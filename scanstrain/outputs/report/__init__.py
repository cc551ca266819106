# SPDX-License-Identifier: MIT
"""Pages for people: the report of one comparison, and the overview of a batch."""

from scanstrain.outputs.report.index import write_index
from scanstrain.outputs.report.rates import Compared
from scanstrain.outputs.report.series_pages import show_series
from scanstrain.outputs.report.write import write_report

__all__ = ["Compared", "show_series", "write_index", "write_report"]
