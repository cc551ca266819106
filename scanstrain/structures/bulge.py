# SPDX-License-Identifier: MIT
"""What is left of the movement of a wall when its best plane is taken off: the bulge and the hollow, their extent."""

from __future__ import annotations

from collections.abc import Callable
from dataclasses import dataclass

import numpy as np
from numpy.typing import NDArray

from scanstrain.linalg import sandwich
from scanstrain.structures.gauge_errors import GaugeErrors

FloatArray = NDArray[np.float64]
BoolArray = NDArray[np.bool_]
Surface = Callable[[FloatArray], FloatArray]

KEPT = 3.0
"""Gauges farther from the plane than this many robust standard deviations do not take part in it: it is that of the
wall around a bulge. Where the whole wall is bent none is that far, and the plane is that of least squares."""

ROUNDS = 20
"""Rounds of leaving out; the choice settles in a few."""

REACH = 0.55
"""Radius in gauge lengths over which a paraboloid smooths: the gauges have averaged over half of one already."""

FEWEST = 9
"""Gauges that a paraboloid with its six coefficients rests on at least."""

RANK = 1e-4
"""Smallest eigenvalue of a paraboloid's normal matrix for each gauge in it: that of an even disc is 0.006, that of
gauges on two lines 0."""

WAVES = 13.0
"""Root of the determinant of the slopes' covariance of the smoothed noise, in units of its variance and of the gauge
length: how many waves there are in it. Found with simulated white noise."""

NEXT = 1.5
"""Gauges up to this many spacings apart are neighbours: those of a square grid across its diagonals."""

ONE_SIDED = 0.35
"""A gauge is smoothed if the middle of those around it is nearer than this to it, in reaches: at a straight edge it is
0.42 away, and a paraboloid would be carried beyond what it rests on."""

STEPS, HALF = 8, 0.5
"""Steps per gauge spacing along which the end of a bulge is looked for, and the share of its height that is there."""

LIMIT = 1.959963985
"""Standard errors of the 95 % limit."""


@dataclass(frozen=True, slots=True)
class Remainder:
    """Displacement without its best plane.

    Parameters
    ----------
    moved, sd : ndarray of shape (g,)
        What remains and its standard error [m]; registration error has no part in it.
    kept : ndarray of shape (g,), bool
        Gauges that the plane rests on.
    plane : ndarray of shape (3, g)
        Weights of the displacements in (shift [m], yaw [rad], lean [rad]) of the plane.
    """

    moved: FloatArray
    sd: FloatArray
    kept: BoolArray
    plane: FloatArray


@dataclass(frozen=True, slots=True)
class Bulge:
    """The place where most remains on one side of the best plane.

    Parameters
    ----------
    height, height_sd : float
        What remains there, from a paraboloid over the gauges around it, positive to the free side, and its standard
        error [m].
    largest : float
        Largest remaining displacement of a single gauge; noise makes it too large rather than too small [m].
    chance : float
        Probability of such a height somewhere on a wall that moved as a plane [1].
    along, up, along_sd, up_sd : float
        Where its top is and the standard errors [m]; these are NaN where it is at the edge of what was seen.
    area : float
        Connected area about it that is beyond its 95 % limit [m^2].
    width, width_sd, tall, tall_sd : float
        Extent at half of its height, along the wall and up it, through its top, and standard errors [m].
    closed : bool
        Whether both end inside the seen face; a bulge that does not is at least as large as it says.
    """

    height: float
    height_sd: float
    largest: float
    chance: float
    along: float
    up: float
    along_sd: float
    up_sd: float
    area: float
    width: float
    width_sd: float
    tall: float
    tall_sd: float
    closed: bool


def remainder(moved: FloatArray, errors: GaugeErrors) -> Remainder:
    """Take the best plane off displacements (g,) [m], a bulged part of the wall left out of it."""
    rows, kept = errors.rows, np.ones(len(moved), bool)
    floor = float(np.median(np.sqrt(errors.noise.diagonal())))
    for _ in range(ROUNDS):
        plane = np.zeros((3, len(moved)))
        plane[:, kept] = np.linalg.pinv(rows[kept])
        left = moved - rows @ (plane @ moved)
        spread = max(1.4826 * float(np.median(np.abs(left - np.median(left)))), floor)
        now = np.abs(left) <= KEPT * spread
        if (now == kept).all() or now.sum() < len(moved) / 2:
            break
        kept = now
    crossed = np.einsum("gk,kg->g", rows, (errors.noise @ plane.T).T)
    own = np.einsum("gi,ij,gj->g", rows, errors.noise_of(plane), rows)
    variance = errors.noise.diagonal() - 2 * crossed + own
    return Remainder(left, np.sqrt(np.maximum(variance, 0.0)), kept, plane)


def find_bulges(
    rest: Remainder, errors: GaugeErrors, *, gauge_length: float, gauge_spacing: float
) -> tuple[Bulge | None, Bulge | None]:
    """Find the largest bulge to the free side and the largest hollow.

    Parameters
    ----------
    rest : Remainder
    errors : GaugeErrors
        Of the same gauges.
    gauge_length, gauge_spacing : float
        Patch diameter and distance of gauges [m].

    Returns
    -------
    (bulge, hollow), each Bulge or None
        None where nothing remains on that side, or gauges are too few for a paraboloid.
    """
    from scipy.interpolate import LinearNDInterpolator

    place = errors.rows[:, 1:]
    reach = max(REACH * gauge_length, 2.2 * gauge_spacing)
    smooth = smoothed(place, rest.moved, reach)
    fine = np.isfinite(smooth)
    # places in one line carry no surface
    if fine.sum() < 3 or np.linalg.matrix_rank(place[fine] - place[fine].mean(axis=0)) < 2:
        return None, None
    surface = LinearNDInterpolator(place[fine], np.stack([smooth[fine], rest.sd[fine]], axis=1))
    size = len(place) * (gauge_spacing / gauge_length) ** 2

    def largest(side: float) -> Bulge | None:
        peak = int(np.nanargmax(side * smooth))
        if side * smooth[peak] <= 0:
            return None
        value, value_sd, at, at_sd = _top(rest, errors, peak, reach, side)
        wide, tall = (
            _width(surface, np.ptp(place[:, axis]), at, axis, value, value_sd, gauge_spacing) for axis in (0, 1)
        )
        area = _area(place, side * rest.moved > LIMIT * rest.sd, peak, gauge_spacing)
        return Bulge(
            height=value,
            height_sd=value_sd,
            largest=float(side * (side * rest.moved).max()),
            chance=_chance(side * value / value_sd, size),
            along=float(at[0]),
            up=float(at[1]),
            along_sd=float(at_sd[0]),
            up_sd=float(at_sd[1]),
            area=area,
            width=wide[0],
            width_sd=wide[1],
            tall=tall[0],
            tall_sd=tall[1],
            closed=wide[2] and tall[2],
        )

    return largest(1.0), largest(-1.0)


def smoothed(place: FloatArray, values: FloatArray, reach: float) -> FloatArray:
    """Return values (g,) at places (g, 2) smoothed by paraboloids over a reach [m]; NaN where gauges are too few."""
    from scipy.spatial import cKDTree

    near = cKDTree(place).query_ball_point(place, reach, return_sorted=True)
    count = np.array([len(some) for some in near])
    start, other = np.r_[0, np.cumsum(count)[:-1]], np.concatenate(near).astype(np.int64)
    rows = _paraboloid(place[other] - np.repeat(place, count, axis=0), reach)
    middle = np.linalg.norm(np.add.reduceat(rows[:, 1:3], start), axis=1) / count
    serve = (count >= FEWEST) & (middle < ONE_SIDED)
    normal = np.add.reduceat(rows[:, :, None] * rows[:, None, :], start)
    right = np.add.reduceat(rows * values[other, None], start)
    serve &= np.linalg.eigvalsh(normal)[:, 0] > RANK * count
    smooth = np.full(len(place), np.nan)
    smooth[serve] = np.linalg.solve(normal[serve], right[serve, :, None])[:, 0, 0]
    return smooth


def _paraboloid(away: FloatArray, reach: float) -> FloatArray:
    """Rows (m, 6) of a paraboloid: what value, slopes and second derivatives (xx, xy, yy), in reaches, add there."""
    x, y = (away / reach).T
    return np.stack([np.ones(len(x)), x, y, x * x / 2, x * y, y * y / 2], axis=1)


def _top(
    rest: Remainder, errors: GaugeErrors, peak: int, reach: float, side: float
) -> tuple[float, float, FloatArray, FloatArray]:
    """Value and place of the top of the paraboloid about a gauge, with standard errors."""
    place = errors.rows[:, 1:]
    near = np.linalg.norm(place - place[peak], axis=1) <= reach
    weights = np.zeros((6, len(place)))
    weights[:, near] = np.linalg.pinv(_paraboloid(place[near] - place[peak], reach))
    c = weights @ rest.moved
    bend = np.array([[c[3], c[4]], [c[4], c[5]]])
    off, known = np.zeros(2), bool((np.linalg.eigvalsh(side * bend) < 0).all())
    if known:
        off = -np.linalg.solve(bend, c[1:3])
        known = bool(np.linalg.norm(off) <= 1.0)
    x, y = off = off if known else np.zeros(2)
    # of the displacements themselves: the plane has been taken off them
    weights -= (weights @ errors.rows) @ rest.plane
    covariance = errors.noise_of(weights)
    here = np.array([1.0, x, y, x * x / 2, x * y, y * y / 2])
    at_sd = np.full(2, np.nan)
    if known:
        # the top is where both slopes are zero: its place follows from the slopes and bends by their total differential
        slopes = np.array([[0.0, 1.0, 0.0, x, y, 0.0], [0.0, 0.0, 1.0, 0.0, x, y]])
        at_sd = reach * np.sqrt(np.diag(sandwich(np.linalg.solve(bend, slopes), covariance)))
    return float(here @ c), float(np.sqrt(here @ covariance @ here)), place[peak] + reach * off, at_sd


def _chance(z: float, size: float) -> float:
    """Probability that noise alone reaches z somewhere on a face of a size in squares of the gauge length.

    From the expected number of peaks of a smooth Gaussian field over a height (Adler 1981; from memory).
    """
    peaks = WAVES * size * (2 * np.pi) ** -1.5 * max(z, 1.0) * np.exp(-0.5 * max(z, 1.0) ** 2)
    return float(-np.expm1(-peaks))


def _area(place: FloatArray, beyond: BoolArray, peak: int, spacing: float) -> float:
    """Area [m^2] of the gauges beyond the limit that hang together with the one at the peak."""
    from scipy.sparse import coo_array
    from scipy.sparse.csgraph import connected_components
    from scipy.spatial import cKDTree

    if not beyond[peak]:
        return 0.0
    i, j = cKDTree(place[beyond]).query_pairs(NEXT * spacing, output_type="ndarray").T
    some = int(beyond.sum())
    _, piece = connected_components(coo_array((np.ones(len(i)), (i, j)), shape=(some, some)), directed=False)
    return float((piece == piece[beyond[:peak].sum()]).sum() * spacing**2)


def _width(
    surface: Surface, reach: float, top: FloatArray, axis: int, value: float, value_sd: float, spacing: float
) -> tuple[float, float, bool]:
    """Extent at half height along an axis through the top, its standard error, and whether both ends are seen [m]."""
    step = spacing / STEPS
    t = step * np.arange(int(np.ceil(reach / step)) + 1)
    width, variance, closed = 0.0, 0.0, True
    for way in (-1.0, 1.0):
        remaining, error = surface(top + way * t[:, None] * np.eye(2)[axis]).T
        share = remaining / value
        end = int(np.argmax(np.r_[~(share > HALF), True]))
        if end == 0 or end >= len(t) or not np.isfinite(share[end]):
            # half height is not reached before the seen face ends
            width, closed = width + t[max(end - 1, 0)], False
            continue
        slope = (share[end - 1] - share[end]) / step
        width += t[end] - (HALF - share[end]) / slope
        far = slice(max(end - STEPS, 0), end + STEPS)
        gentle = np.nanmax(np.abs(np.gradient(share[far], step)))
        variance += ((error[end] / value) ** 2 + (HALF * value_sd / value) ** 2) / gentle**2
    return float(width), float(np.sqrt(variance)) if closed else np.nan, closed
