# SPDX-License-Identifier: MIT
"""Standard errors of sums over gauges that overlap on a plane and share one registration error."""

from __future__ import annotations

from collections.abc import Callable
from dataclasses import dataclass
from typing import Any

import numpy as np
from numpy.typing import NDArray

from scanstrain.linalg import sandwich
from scanstrain.structures.wall import Wall

FloatArray = NDArray[np.float64]
BoolArray = NDArray[np.bool_]
Datum = Callable[[FloatArray], FloatArray]

CORE = 0.55
"""Diameter of the disc whose mean is as uncertain as the displacement of a gauge, in gauge lengths. A fit of second
order to a full patch has at its middle the error of the mean over half that diameter (its kernel is 4 - 6 r^2/R^2 on
the patch); a little more where neighbouring points share noise. The correlation of two gauges is the overlap of their
discs."""


@dataclass(frozen=True, slots=True)
class GaugeErrors:
    """What the normal displacements of gauges on a wall have in common.

    Parameters
    ----------
    rows : ndarray of shape (g, 3)
        1, distance along the wall and height on it [m] of every gauge: what a rigid motion of the wall does.
    noise : sparse array of shape (g, g)
        Covariance without registration error [m^2].
    datum : ndarray of shape (3, 3)
        Covariance of the rigid motion that registration error looks like, in units of `rows`.
    """

    rows: FloatArray
    noise: Any
    datum: FloatArray

    def noise_of(self, weights: FloatArray) -> FloatArray:
        """Return the covariance (k, k) of sums with weights (k, g), without registration error."""
        return np.asarray(weights @ (self.noise @ weights.T))

    def of(self, weights: FloatArray) -> FloatArray:
        """Return the covariance (k, k) of sums with weights (k, g)."""
        return self.noise_of(weights) + sandwich(weights @ self.rows, self.datum)

    def only(self, some: BoolArray) -> GaugeErrors:
        """Return those of some gauges (g,)."""
        return GaugeErrors(self.rows[some], self.noise[some][:, some], self.datum)


def gauge_errors(
    along: FloatArray, height: FloatArray, sd: FloatArray, *, gauge_length: float, datum: FloatArray
) -> GaugeErrors:
    """Put the errors of gauges together.

    Parameters
    ----------
    along, height : ndarray of shape (g,)
        Places on the wall [m].
    sd : ndarray of shape (g,)
        Standard errors without registration error [m].
    gauge_length : float
        Diameter of the patch that a gauge averages over [m].
    datum : ndarray of shape (3, 3)
        As in `GaugeErrors`.

    Returns
    -------
    GaugeErrors
    """
    from scipy.sparse import csr_array
    from scipy.spatial import cKDTree

    place = np.stack([along, height], axis=1)
    i, j = cKDTree(place).query_pairs(CORE * gauge_length, output_type="ndarray").T
    distance = np.linalg.norm(place[i] - place[j], axis=1) / (CORE * gauge_length)
    shared = overlap(distance) * sd[i] * sd[j]
    every = np.arange(len(sd))
    values, at = np.r_[sd**2, shared, shared], (np.r_[every, i, j], np.r_[every, j, i])
    noise = csr_array((values, at), shape=(len(sd), len(sd)))
    return GaugeErrors(np.stack([np.ones(len(sd)), along, height], axis=1), noise, datum)


def overlap(distance: FloatArray) -> FloatArray:
    """Return the share of its area that a disc has in common with one at a distance (n,) in diameters.

    Examples
    --------
    >>> overlap(np.array([0.0, 0.5, 1.0])).round(4)
    array([1.   , 0.391, 0.   ])
    """
    q = np.clip(distance, 0.0, 1.0)
    return np.asarray(2 / np.pi * (np.arccos(q) - q * np.sqrt(1 - q**2)))


def datum_on(wall: Wall, datum: Datum | None) -> FloatArray:
    """Find the rigid motion of a wall that registration error looks like.

    Along the normal of a plane a rigid motion is linear in the two distances on it, so its variance is a polynomial of
    second order whose six coefficients are the covariance of that motion: read off at nine places, exactly.

    Parameters
    ----------
    wall : Wall
    datum : callable, optional
        From places (n, 3) to the covariance (n, 3, 3) of the displacement that registration error causes there [m^2].

    Returns
    -------
    ndarray of shape (3, 3)
        Covariance of (shift [m], yaw [rad], lean [rad]) at the lower left corner; zero without a datum.
    """
    if datum is None:
        return np.zeros((3, 3))
    x, y = (part.ravel() for part in np.meshgrid([-1.0, 0.0, 1.0], [-1.0, 0.0, 1.0]))
    at = wall.places((x + 1) * wall.length / 2, (y + 1) * wall.height / 2)
    variance = np.einsum("i,nij,j->n", wall.normal, datum(at), wall.normal)
    design = np.stack([np.ones(9), 2 * x, 2 * y, x**2, 2 * x * y, y**2], axis=1)
    c00, c01, c02, c11, c12, c22 = np.linalg.lstsq(design, variance, rcond=None)[0]
    size, turn = np.linalg.eigh(np.array([[c00, c01, c02], [c01, c11, c12], [c02, c12, c22]]))
    middle = sandwich(turn, np.diag(np.maximum(size, 0.0)))
    # from the middle of the face in half extents to its corner in metres
    to_corner = np.array([[1.0, -1.0, -1.0], [0.0, 2 / wall.length, 0.0], [0.0, 0.0, 2 / wall.height]])
    return sandwich(to_corner, middle)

| Aim of the exercise |
Once the line containing "from scanstrain.outputs.report.index import" has been written out, please stop; every line before it, back to the first line of the records above, should be given exactly.

| Reply to the task |
filename scanstrain/outputs/report/__init__.py
repository cc551ca266819106
# SPDX-License-Identifier: MIT
"""Pages for people: the report of one comparison, and the overview of a batch."""

from scanstrain.outputs.report.index import write_index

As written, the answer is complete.